Can String.Format() be implemented in VB6, at least a close-enough version of it that could be useful when programming in good ol' VB6?

Good resource on the matter of VB6 string manipulation performance: http://www.aivosto.com/vbtips/stringopt2.html

On a related not, I also came up with a couple string comparison functions, find them here on CodeReview.SE

These functions are tremendously useful for improving VB6 readability, especially if you've been spoiled with .net code lately and suddenly are required to dive into a VB6 code base... Enjoy!


Solution 1:

I couldn't find one anywhere, so I made my own:

Public PADDING_CHAR As String

Public Function StringFormat(format_string As String, ParamArray values()) As String
'VB6 implementation of .net String.Format(), slightly customized.
'Tested with Office 2010 VBA (x64)

        Dim return_value As String
        Dim values_count As Integer

        'some error-handling constants:
        Const ERR_FORMAT_EXCEPTION As Long = vbObjectError Or 9001
        Const ERR_ARGUMENT_NULL_EXCEPTION As Long = vbObjectError Or 9002
        Const ERR_SOURCE As String = "StringFormat"
        Const ERR_MSG_INVALID_FORMAT_STRING As String = "Invalid format string."
        Const ERR_MSG_FORMAT_EXCEPTION As String = "The number indicating an argument to format is less than zero, or greater than or equal to the length of the args array."

        'use SPACE as default padding character
        If PADDING_CHAR = vbNullString Then PADDING_CHAR = Chr$(32)

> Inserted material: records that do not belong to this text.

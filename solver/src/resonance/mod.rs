//! Resonance, tuning and drive: from the geometry to the secondary's frequency, the primary's
//! tuning capacitance or tap, the Q of both, and the top voltage a drive produces.
//!
//! # Method
//! **Distributed model of the secondary.** The secondary (the one winding with
//! `role = "secondary"`, a helix) is cut into n sections of equal turns along its winding. The
//! sections' inductance matrix is made of blocks of the turn-to-turn matrix of its ring model
//! (`sections`: Toeplitz along the uniform stack, its image part over a conducting ground Hankel,
//! every entry through the one path [`crate::assembly::inductance_entry`]), so the sections add
//! up exactly to the winding's inductance. The nodal capacitance matrix comes from the
//! boundary-element solver with the potential linear within each section between its end nodes
//! (hat functions; [`crate::electrostatic::Solution::nodal_capacitance`]), electrodes
//! connected to the secondary attached to their node, the ground plane included; the base node
//! is held at 0 V. The lowest modes solve the symmetric generalised eigenproblem of the
//! lumped-element ladder with full inductance and capacitance matrices
//! ([`crate::circuit::ladder_modes`]): the treatment of a winding as a chain of sections with
//! mutual inductances and capacitances, as for transformer windings under impulses
//! (P. A. Abetti, "Transformer models for the determination of transient voltages", AIEE
//! Trans. 72, 1953; F. de Leon and A. Semlyen, "Efficient calculation of elementary parameters
//! of transformers", IEEE Trans. Power Delivery 7(1), 1992; both from memory for the details).
//! n is doubled from 8 until the first frequency changes by less than 1e-4 relative (cap 256
//! sections, at most one per turn); the last change is f1's error estimate.
//!
//! **Lumped model.** f = 1 / (2 pi sqrt(L_s (C_self + C_top))) with the linear-profile
//! self-capacitance C_self and the capacitance the top electrode adds at the top, C_top (the
//! secondary's linear-profile capacitance with the electrode minus without it): the usual
//! builder's estimate, reported beside the distributed one.
//!
//! **Primary, coupling and drive.** The primary in use (its tap) against each section gives the
//! mode's coupling; the first mode, referred to the top voltage (C_top_modal = v^T C v,
//! L_top = 1 / (omega1^2 C_top_modal)), is the secondary loop of a two-loop circuit with the
//! primary (its tap's inductance plus the lead inductance, the tank capacitor, the losses),
//! whose normal modes split the frequency and which a spark gap rings down or a driver holds
//! in steady state ([`crate::circuit`]).
//!
//! # What it leaves out
//! - Losses in the eigenproblem (the modes are lossless; Q enters the drive models only).
//! - The fields of individual wires: the winding is a sheet in the electric model.
//! - Retardation: quasi-static throughout; the secondary's wire may be a sizeable fraction of a
//!   wavelength (the distributed model accounts for the standing wave along the winding, not
//!   for radiation other than the radiation resistance).
//! - The primary's own potentials in the electric model.
//!
//! **Dielectrics and an enclosure.** With a coil form or a grounded room (chosen by
//! [`ResonanceParams::electric`], automatically when the design has one) the nodal capacitance
//! matrix comes from the finite-element model instead ([`crate::fem::FemNodal`]: one solve per
//! vertex of the winding surface, meshed with at least two vertices per section of the finest
//! section count, and C_n = P^T C P for every n without another solve); the bare
//! self-capacitance from the same model without the connected electrodes. They act on the
//! capacitances only: L and M ignore them.

mod drive;
mod sections;

use crate::assembly::{WindingModel, inductance_entry};
use crate::circuit::{LadderMode, Loops, equivalent_capacitance_f, ladder_modes, loop_modes};
use crate::electrostatic::{Params, Problem, SelfCapacitance, Solution};
use crate::error::SolverError;
use crate::fem::{Domain, ElectricSolver, FemNodal, FemProblem, FromDesignError};
use crate::losses::{self, ProximityModel};
use crate::numtext::{percent, shortest, si};
use crate::par::Par;
use coilfield_geometry::{
    Design, DriveKind, End, PotentialSpec, Role, SecondaryBase, Shape, Winding,
};
use nalgebra::DMatrix;
use sections::{TurnMatrix, equal_bounds};
use serde::Serialize;
use std::f64::consts::TAU;

pub use drive::{DriveResult, Envelope};

/// Air breakdown in a uniform field (V/m, peak): about 3 MV/m for dry air at sea level
/// (American Meteorological Society, Glossary of Meteorology, "dielectric strength"; edition
/// from memory).
pub const AIR_BREAKDOWN_V_PER_M: f64 = 3e6;

/// Most sections of the distributed model.
pub const MAX_SECTIONS: usize = 256;

/// Sections the convergence in n starts from.
pub const FIRST_SECTIONS: usize = 8;

/// Most turns of a secondary the distributed model takes: its section blocks sum every pair
/// of turns (a 30,000-turn winding takes about a second).
pub const MAX_TURNS: f64 = 30_000.0;

/// Relative change of the first frequency at which the doubling of sections stops.
pub const SECTION_TOLERANCE: f64 = 1e-4;

/// Modes reported.
pub const MODES: usize = 3;

/// Options of the resonance model; every value is valid.
#[derive(Debug, Clone, Copy, PartialEq)]
pub struct ResonanceParams {
    /// Sections of the distributed model: None to converge (doubling from
    /// [`FIRST_SECTIONS`] until f1 changes by less than [`SECTION_TOLERANCE`]).
    pub sections: Option<usize>,
    /// Panels of each boundary-element solve (the secondary gets at least 4 per section).
    pub panels: usize,
    /// With `sections` given: whether to solve at half the sections too for f1's error
    /// estimate (else the estimate is NaN: a sweep's points reuse the base's count).
    pub estimate_error: bool,
    /// The electric solver of the capacitances.
    pub electric: ElectricSolver,
}

impl Default for ResonanceParams {
    fn default() -> Self {
        ResonanceParams {
            sections: None,
            panels: 1000,
            estimate_error: true,
            electric: ElectricSolver::Auto,
        }
    }
}

/// One normal mode of the secondary.
#[derive(Debug, Clone, PartialEq, Serialize)]
pub struct Mode {
    /// Natural frequency (Hz).
    pub frequency_hz: f64,
    /// Node voltages from base to top, 1 at the top.
    pub voltage_profile: Vec<f64>,
    /// Section currents from base to top, 1 in the first section.
    pub current_profile: Vec<f64>,
}

/// The parts of a resonator's loss resistance at its frequency (ohm, referred to the current
/// the resonator's Q is defined with).
#[derive(Debug, Clone, Copy, PartialEq, Serialize)]
pub struct LossParts {
    /// DC resistance of the wire (ohm).
    pub dc_ohm: f64,
    /// Skin effect above DC (ohm).
    pub skin_ohm: f64,
    /// Proximity effect of the neighbouring turns (ohm).
    pub proximity_ohm: f64,
    /// Radiation (ohm).
    pub radiation_ohm: f64,
    /// The proximity model used.
    pub proximity_model: &'static str,
}

impl LossParts {
    /// The total (ohm).
    pub fn total_ohm(&self) -> f64 {
        self.dc_ohm + self.skin_ohm + self.proximity_ohm + self.radiation_ohm
    }
}

/// The secondary's resonance.
#[derive(Debug, Clone, PartialEq, Serialize)]
pub struct SecondaryResonance {
    /// Winding name.
    pub name: String,
    /// First resonance of the distributed model (Hz).
    pub frequency_hz: f64,
    /// |f1(n) - f1(n/2)| (Hz): the change at the last doubling of the sections (NaN, null in
    /// JSON, when not estimated: a sweep's points).
    pub frequency_error_estimate_hz: f64,
    /// Lumped estimate 1 / (2 pi sqrt(L_s (C_self + C_top))) (Hz).
    pub lumped_frequency_hz: f64,
    /// Low-frequency inductance L_s (H), images of a conducting ground included.
    pub inductance_h: f64,
    /// C_eq = 1 / ((2 pi f1)^2 L_s) (F): the figure to compare with Medhurst's.
    pub equivalent_capacitance_f: f64,
    /// The first mode's capacitance referred to the top, 2 W / V_top^2 (F).
    pub modal_top_capacitance_f: f64,
    /// The first mode's inductance referred to the top, 1 / ((2 pi f1)^2 C_top_modal) (H).
    pub modal_top_inductance_h: f64,
    /// Linear-profile self-capacitance without the connected electrodes (F).
    pub self_capacitance_f: f64,
    /// What the connected electrodes add at the top (F), linear profile.
    pub top_capacitance_f: f64,
    /// |V_top / I_base| of the first mode (ohm).
    pub top_to_base_ohm: f64,
    /// Sections of the distributed model.
    pub sections: usize,
    /// f1 at each section count tried, (n, f1 (Hz)).
    pub convergence: Vec<(usize, f64)>,
    /// The lowest modes.
    pub modes: Vec<Mode>,
    /// Q of the first mode.
    pub q: f64,
    /// The first mode's loss resistance referred to the base current, by part.
    pub losses: LossParts,
    /// The top voltage (V, peak) at which the top electrode's peak surface field reaches air
    /// breakdown, with the first mode's profile; None without a top electrode.
    pub breakout_top_voltage_v: Option<f64>,
    /// Effective height (m) of the radiator: the charge centroid of the first mode above the
    /// ground plane (above the base without one).
    pub effective_height_m: f64,
    /// Wire length (m).
    pub wire_length_m: f64,
    /// The electric solver of the capacitances: "bem" or "fem".
    pub electric_solver: &'static str,
}

/// One point of f against the tap (at every whole turn).
#[derive(Debug, Clone, Copy, PartialEq, Serialize)]
pub struct TapPoint {
    /// Turns in use.
    pub tap_turns: f64,
    /// Inductance of the part in use (H).
    pub inductance_h: f64,
    /// Resonance of that inductance plus the lead with the tank capacitor (Hz).
    pub frequency_hz: f64,
}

        'figure out number of passed values:
        values_count = UBound(values) + 1

        Dim regex As RegExp
        Dim matches As MatchCollection
        Dim thisMatch As Match
        Dim thisString As String
        Dim thisFormat As String

        'when format_string starts with "@", escapes are not replaced 
        '(string is treated as a literal string with placeholders)        
        Dim useLiteral As Boolean 
        Dim escapeHex As Boolean 'indicates whether HEX specifier "0x" is to be escaped or not
        'validate string_format:
        Set regex = New RegExp
        regex.Pattern = "{({{)*(\w+)(,-?\d+)?(:[^}]+)?}(}})*"
        regex.IgnoreCase = True
        regex.Global = True
        Set matches = regex.Execute(format_string)

        'determine if values_count matches number of unique regex matches:
        Dim uniqueCount As Integer
        Dim tmpCSV As String
        For Each thisMatch In matches
            If Not StringContains(tmpCSV, thisMatch.SubMatches(1)) Then
                uniqueCount = uniqueCount + 1
                tmpCSV = tmpCSV & thisMatch.SubMatches(1) & ","
            End If
        Next

        'unique indices count must match values_count:
        If matches.Count > 0 And uniqueCount <> values_count Then _
            Err.Raise ERR_FORMAT_EXCEPTION, _
            ERR_SOURCE, ERR_MSG_FORMAT_EXCEPTION

        useLiteral = StringStartsWith("@", format_string)

        'remove the "@" literal specifier
        If useLiteral Then format_string = Right(format_string, Len(format_string) - 1)

        If Not useLiteral And StringContains(format_string, "\\") Then _
            format_string = Replace(format_string, "\\", Chr$(27))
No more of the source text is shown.